Das papierlose Büro ist und bleibt eine Illusion – trotz (und wegen) elektronischer Datenverarbeitung. Wir lesen weiterhin lieber auf Papier, weil wir die Informationen darauf besser „begreifen“. Darum drucken wir E-Mails wie auch Internetseiten erst einmal aus. Das gibt uns ein Gefühl der Sicherheit. Digitale Daten sind uns nicht geheuer. Deshalb archivieren wir neben elektronischen Speichern auch weiterhin in dicken, geduldigen Leitz-Ordnern. Unser Hunger nach Papier ist nach wie vor gewaltig.
Der Papierverbrauch hat sich in Deutschland seit 1950 verzwölffacht. Jeder verwendet durchschnittlich 230 kg Papier im Jahr – das entspricht pro Tag dem Material eines Harry-Potter-Bandes. Wertvoller Wald wird dafür abgeholzt, pro Jahr nimmt dessen Fläche um rund 15 Millionen Hektar ab, also etwa um das doppelte Areal von Bayern. Zwischen 14 und 20 Prozent des geernteten Holzes wird für die Papierherstellung verwendet. Wie lassen sich trotz weltweit zunehmenden Bedarfs die Umweltauswirkungen minimieren und wertvolle Ressourcen schonen? Antwort: mit Recyclingpapier.
Recyclingpapier wird zu 100 Prozent aus Altpapier hergestellt. Dessen Druckfarben werden durch das so genannte De-Inking-Verfahren entfernt. Dabei wird der graue Altpapierbrei mit Hilfe verschiedener Chemikalien gewaschen und die herausgelösten Farbpartikel anschließend abgesaugt. Meistens wird das Papier noch mit Sauerstoff gebleicht, um es optisch aufzuhellen. Recyclingpapier gibt es je nach Bleichverfahren mit einem Weißegrad von bis zu 90 Prozent.
Konventionelles Papier wird aus den Zellulosefasern des Holzes gewonnen. Dabei wird die Zellulose durch chemische Hilfsmittel von den restlichen Holzbestandteilen getrennt. Deswegen wird Zellstoffpapier als „holzfrei“ bezeichnet, wovon sich viele Verbraucher täuschen lassen. Wann immer Papier als "holzfrei weiß" gekennzeichnet ist, besteht es nämlich zu hundert Prozent aus Holz. Solches Papier ist alles andere als umweltfreundlich. Den irreführenden Begriff nutzen Fachleute in Abgrenzung zu „holzhaltigem“ Papier.

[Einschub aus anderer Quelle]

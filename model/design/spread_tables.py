"""The design's two optional spread tables, ``[tolerance]`` and ``[spec]``.

``[tolerance]`` says how far each build may stray from the nominal design:
resistors and capacitors by a relative tolerance (with per-part overrides
under ``[tolerance.parts]``), β and i_s by a range, the ambient by a range
in °C, all drawn from one ``distribution``.  ``[spec]`` gives the range each
figure must stay in for a build to pass.

Their entries are design keys like any other, so the ledger logs a change to
one: ``tolerance.resistors``, ``tolerance.beta``, ``tolerance.parts.stage.rc``,
``spec.av_loaded``.  The word ``"none"`` stands for an entry that is absent,
so a change can add or remove one.  In the file a range is an array
``[min, max]``; on the command line it is written ``min..max``.
"""

from __future__ import annotations

import math
import numbers
from dataclasses import dataclass

from model.design.fields import NONE, _shown, keys_for, with_article
from model.design.units import parse_value
from model.errors import DesignError, UnitError

UNIFORM, NORMAL = "uniform", "normal"
DISTRIBUTIONS = (UNIFORM, NORMAL)

#: The parts a relative tolerance can apply to; the board's own parts take
#: ``resistors``/``capacitors`` by default, the source, load and supply only
#: when ``[tolerance.parts]`` names them.
BOARD_RESISTORS = ("bias.r1", "bias.r2", "bias.rf", "bias.rb", "stage.rc", "stage.re1", "stage.re2", "stage.re")
BOARD_CAPACITORS = ("stage.ce", "stage.cb", "stage.cin", "stage.cout")
OTHER_PARTS = ("source.rs", "load.rl", "load.cl", "supply.vcc", "supply.vee")
TOLERANCE_PARTS = BOARD_RESISTORS + BOARD_CAPACITORS + OTHER_PARTS

#: Every figure a spec can be set on, with the unit its limits are read in.
SPEC_UNITS = {
    "ic": "A", "ib": "A", "vbe": "V", "vce": "V", "vb": "V", "ve": "V", "vc": "V",
    "gm": "", "r_pi": "Ω", "ro": "Ω", "beta_ac": "",
    "av_open": "", "av_loaded": "", "av_source": "", "rin": "Ω", "rin_base": "Ω", "rout": "Ω",
    "swing_up": "V", "swing_down": "V", "thd": "", "hd2": "", "hd3": "",
    "p_transistor": "W", "p_supply": "W", "i_supply": "A", "tj": "°C",
    "f_low": "Hz", "f_high": "Hz", "bandwidth": "Hz", "gain_at_freq": "",
    # Noise (model.analyses.noise_figures): en_total in V/√Hz, the others in dB.
    "en_total": "V", "nf_db": "", "snr_db": "",
}
#: Gains: their limits may be given in dB ("20 dB"), which bound 20·log10|gain|.
GAINS = ("av_open", "av_loaded", "av_source", "gain_at_freq")


def figure_unit(key: str) -> str:
    """The unit a figure is shown in: SPEC_UNITS', with V/V for the gains,
    V/√Hz for a noise density and dB for the noise figure and SNR."""
    if key in GAINS:
        return "V/V"
    return {"en_total": "V/√Hz", "nf_db": "dB", "snr_db": "dB"}.get(key, SPEC_UNITS.get(key, ""))
#: Fractions: their limits may be given in per cent ("1 %").
FRACTIONS = ("thd", "hd2", "hd3")

_RANGE_WORDS = "[min, max] in the file or min..max on the command line"
_RELATIVE_RULE = "must be a relative tolerance from 0 to 0.5 (e.g. 0.01 or '1 %'), or 'none'"


@dataclass(frozen=True)
class Tolerance:
    """How far a build strays from nominal; None where the file gives nothing.

    resistors, capacitors: relative (0.01 = ±1 %); beta: (min, max) forward β;
    i_s: (min, max) factor on the saturation current; ambient: (min, max) °C;
    distribution: "uniform", or "normal" with ±tolerance and the range ends
    at ±3σ; parts: ((key, relative), …) overrides, in TOLERANCE_PARTS order.
    """

    resistors: float | None = None
    capacitors: float | None = None
    beta: tuple | None = None
    i_s: tuple | None = None
    ambient: tuple | None = None
    distribution: str | None = None
    parts: tuple = ()

    @property
    def shape(self) -> str:
        return self.distribution or UNIFORM

    def relative(self, key: str) -> float:
        """The relative tolerance of part ``key`` (0 when it has none)."""
        own = dict(self.parts)
        if key in own:
            return own[key]
        if key in BOARD_RESISTORS:
            return self.resistors or 0.0
        if key in BOARD_CAPACITORS:
            return self.capacitors or 0.0
        return 0.0


@dataclass(frozen=True)
class Limit:
    """One spec: ``key`` must lie in [low, high] (None = no limit on that side).
    With ``db`` the limits are in dB and bound 20·log10|figure|."""

    key: str
    low: float | None
    high: float | None
    db: bool = False

    def bounds(self) -> tuple[float, float]:
        """(low, high) with ±inf for a missing end, in the limit's own scale."""
        return (-math.inf if self.low is None else self.low, math.inf if self.high is None else self.high)


_TOLERANCE_SCALARS = ("resistors", "capacitors")
_TOLERANCE_RANGES = ("beta", "i_s", "ambient")


def is_spread_key(key: str) -> bool:
    return key.startswith(("tolerance.", "spec."))


def spread_keys(topology: str) -> tuple[str, ...]:
    """Every tolerance and spec key a design of ``topology`` may hold."""
    used = set(keys_for(topology))
    parts = tuple(f"tolerance.parts.{k}" for k in TOLERANCE_PARTS if k in used)
    own = tuple(f"tolerance.{k}" for k in _TOLERANCE_SCALARS + _TOLERANCE_RANGES + ("distribution",))
    return own + parts + tuple(f"spec.{k}" for k in SPEC_UNITS)


def check_spread_value(key: str, topology: str, value: object):
    """The stored form of ``value`` for spread key ``key``: a float, a
    (min, max) tuple, a Limit, a distribution name, or None for "none".
    Raises DesignError naming the key, the value and the rule."""
    if key not in spread_keys(topology):
        raise DesignError(key, _shown(value), _unknown(key, topology))
    if _is_none(value):
        return None
    name = key.split(".", 1)[1]
    if key.startswith("spec."):
        return _limit(key, name, value)
    if name == "distribution":
        word = value.strip().casefold() if isinstance(value, str) else None
        if word not in DISTRIBUTIONS:
            raise DesignError(key, _shown(value), "must be 'uniform' or 'normal', or 'none'")
        return word
    if name in _TOLERANCE_SCALARS or name.startswith("parts."):
        number = _number(key, value, "", _RELATIVE_RULE, percent=True)
        if not 0.0 <= number <= 0.5:
            raise DesignError(key, _shown(value), _RELATIVE_RULE)
        return number
    return _tolerance_range(key, name, value)


def _unknown(key: str, topology: str) -> str:
    if key.startswith("spec."):
        return "is not a figure a spec can bound; figures: " + ", ".join(SPEC_UNITS)
    if key.startswith("tolerance.parts."):
        own = [k for k in TOLERANCE_PARTS if k in keys_for(topology)]
        return f"names no part of {with_article(topology)} design; parts: {', '.join(own)}"
    return "is not a tolerance key; expected resistors, capacitors, beta, i_s, ambient, distribution or parts.KEY"


def _is_none(value) -> bool:
    return isinstance(value, str) and value.strip().casefold() == NONE


def _ends(key: str, value, rule: str) -> tuple:
    """The two ends of a range given as a two-item list or "min..max" text."""
    if isinstance(value, str) and ".." in value:
        ends = value.split("..")
    elif isinstance(value, (list, tuple)):
        ends = list(value)
    else:
        ends = None
    if ends is None or len(ends) != 2:
        raise DesignError(key, _shown(value), rule)
    return ends


def _number(key: str, value, unit: str, rule: str, *, percent: bool = False) -> float:
    if isinstance(value, bool) or not isinstance(value, (numbers.Real, str)):
        raise DesignError(key, _shown(value), rule)
    scale = 1.0
    if percent and isinstance(value, str) and value.strip().endswith("%"):
        value, scale = value.strip()[:-1], 0.01
    try:
        return parse_value(value, unit) * scale
    except UnitError as err:
        raise DesignError(key, _shown(value), f"{err.reason}; {rule}") from None


_RANGE_RULES = {
    # A spread's β draws are squared by its statistics: 1e6 is far past any
    # real part (a Darlington pair's β is some thousands, from memory) and
    # keeps them finite.
    "beta": ("", 0.0, 1e6, "must be a range of forward β, above 0 and at most 1e6"),
    "i_s": ("", 0.0, 100.0, "must be a range of factors on i_s, above 0 and at most 100"),
    "ambient": ("°C", -273.15, 300.0, "must be a range of ambient temperatures above -273.15 °C and at most 300 °C"),
}


def _tolerance_range(key: str, name: str, value) -> tuple:
    unit, low, high, words = _RANGE_RULES[name]
    rule = f"{words}: {_RANGE_WORDS} with min ≤ max, or 'none'"
    lo, hi = (_number(key, v, unit, rule) for v in _ends(key, value, rule))
    if not (low < lo <= hi <= high):
        raise DesignError(key, _shown(value), rule)
    return (lo, hi)


def _limit(key: str, name: str, value) -> Limit:
    unit = SPEC_UNITS[name]
    words = f"must be {_RANGE_WORDS}, either end 'none'"
    if name in GAINS:
        words += "; a gain's limits may both be in dB ('20 dB'), bounding its magnitude"
    if name in FRACTIONS:
        words += "; a distortion's limits may be in per cent ('1 %')"
    ends = _ends(key, value, words)
    parsed, db_ends = [], []
    for end in ends:
        if _is_none(end):
            parsed.append(None)
            continue
        text = end.strip() if isinstance(end, str) else None
        db = text is not None and text.casefold().endswith("db")
        if db and name not in GAINS:
            raise DesignError(key, _shown(value), "takes no dB limits; only the gains do: " + ", ".join(GAINS))
        body = text[:-2] if db else end
        parsed.append(_number(key, body, unit, words, percent=name in FRACTIONS))
        db_ends.append(db)
    low, high = parsed
    if low is None and high is None:
        raise DesignError(key, _shown(value), "has no limit at either end; give one, or set the spec to 'none'")
    if len(set(db_ends)) > 1:
        raise DesignError(key, _shown(value), "gives one limit in dB and the other in V/V; use one scale for both")
    if low is not None and high is not None and low > high:
        raise DesignError(key, _shown(value), "has min above max; write [min, max]")
    return Limit(name, low, high, bool(db_ends and db_ends[0]))


def file_value(stored):
    """A stored spread value as the file (and the ledger) writes it."""
    if stored is None:
        return NONE
    if isinstance(stored, Limit):
        def end(x):
            if x is None:
                return NONE
            if not stored.db:
                return x
            # Short when exact ("20 dB"), else every digit, so the file reads back the same limit.
            return f"{x:g} dB" if float(f"{x:g}") == x else f"{x!r} dB"
        return [end(stored.low), end(stored.high)]
    if isinstance(stored, tuple):
        return list(stored)
    return stored


def get_spread(tolerance: Tolerance, spec: tuple, key: str):
    """The stored value of spread key ``key`` (None when absent)."""
    if key.startswith("spec."):
        return next((s for s in spec if s.key == key[5:]), None)
    name = key[len("tolerance."):]
    if name.startswith("parts."):
        return dict(tolerance.parts).get(name[6:])
    return getattr(tolerance, name)


def with_spread(tolerance: Tolerance, spec: tuple, values: dict) -> tuple:
    """(Tolerance, spec) with each checked spread value of ``values`` set or removed."""
    own = {f: getattr(tolerance, f) for f in _TOLERANCE_SCALARS + _TOLERANCE_RANGES + ("distribution",)}
    parts = dict(tolerance.parts)
    limits = {s.key: s for s in spec}
    for key, stored in values.items():
        if key.startswith("spec."):
            _put(limits, key[5:], stored)
        elif key.startswith("tolerance.parts."):
            _put(parts, key[len("tolerance.parts."):], stored)
        else:
            own[key[len("tolerance."):]] = stored
    ordered_parts = tuple((k, parts[k]) for k in TOLERANCE_PARTS if k in parts)
    ordered_spec = tuple(limits[k] for k in SPEC_UNITS if k in limits)
    return Tolerance(**own, parts=ordered_parts), ordered_spec


def _put(table: dict, name: str, stored) -> None:
    if stored is None:
        table.pop(name, None)
    else:
        table[name] = stored


def spread_to_dict(tolerance: Tolerance, spec: tuple) -> dict:
    """The TOML-ready ``tolerance`` and ``spec`` tables; a table with nothing in it is left out."""
    out: dict = {}
    tol = {f: file_value(getattr(tolerance, f)) for f in _TOLERANCE_SCALARS + _TOLERANCE_RANGES + ("distribution",)
           if getattr(tolerance, f) is not None}
    if tolerance.parts:
        nested: dict = {}
        for key, rel in tolerance.parts:
            table, attr = key.split(".")
            nested.setdefault(table, {})[attr] = rel
        tol["parts"] = nested
    if tol:
        out["tolerance"] = tol
    if spec:
        out["spec"] = {s.key: file_value(s) for s in spec}
    return out


def spread_from_dict(data: dict) -> dict:
    """The flat spread keys ("tolerance.beta": [100, 400], …) of a file's tables."""
    flat: dict = {}
    for table in ("tolerance", "spec"):
        if table not in data:
            continue
        content = data[table]
        if not isinstance(content, dict):
            raise DesignError(table, _shown(content), "must be a table of keys")
        for name, value in content.items():
            if table == "tolerance" and name == "parts":
                flat.update(_parts_keys(value))
            else:
                flat[f"{table}.{name}"] = value
    return flat


def _parts_keys(parts) -> dict:
    """``[tolerance.parts]`` (dotted keys ``stage.rc = 0.05`` or sub-tables) as flat keys."""
    if not isinstance(parts, dict):
        raise DesignError("tolerance.parts", _shown(parts), "must be a table such as stage.rc = 0.05")
    flat = {}
    for table, content in parts.items():
        if not isinstance(content, dict):
            raise DesignError(f"tolerance.parts.{table}", _shown(content),
                              "must name a part as table.key, e.g. stage.rc = 0.05")
        for attr, value in content.items():
            flat[f"tolerance.parts.{table}.{attr}"] = value
    return flat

Dieses entsteht, wenn Holz als Ganzes geschliffen und der entstehende Brei quasi zu Bierdeckel oder Löschpapier verpresst wird. Ihr Vorteil, saugfähig zu sein, ist bei Schreib- und Druckpapieren nicht erwünscht. Will man tintenfestes Papier erzeugen, genügt der mechanische Faseraufschluss nicht. Dann muss ein chemischer Kochvorgang her. Gelingt es, die Zellulose zu isolieren, gibt sie prima Papierfasern ab – bei Nadelbäumen längere als bei Laubbäumen. Umgeben ist die Zellulose von den Holzstoffen Lignin und Hemizellulose. Sie machen etwas mehr als die Hälfte des Holzes aus. Wird es komplett zu Holzschliff zerrieben, so liegt die Papierausbeute bei fast 100 Prozent. Das Produkt - holzhaltiges Papier, weil: inklusive Holzstoff – ist saugfähig und neigt wegen des Lignins zum Vergilben. Was beim Bierdeckel wünschenswert oder zumindest nicht stört, mindert beim Kopierpapier die Qualität: also weg mit den Holzstoffen. Dazu wird das Holz gehäckselt und so lange gekocht, bis sich Lignin und Hemizellulose von den Zellulosefasern trennen. Der Ausschuss liegt jetzt bei mehr als 50 Prozent. Das Produkt ist fast reiner Zellstoff. Braun ist dieser Faserbrei wegen der Ligninreste. Diese werden durch Bleiche entfernt, so dass man Zellstoff für „holzfrei weißes Papier“ erhält, sei es Schulheft oder Kopierpapier. Ungebleichter brauner Faserbrei gibt Kaffeefilter und Einkaufstüten ab. Ob weiß oder braun: Alle „holzfreien“ Papiere sind garantiert aus Bäumen hergestellt.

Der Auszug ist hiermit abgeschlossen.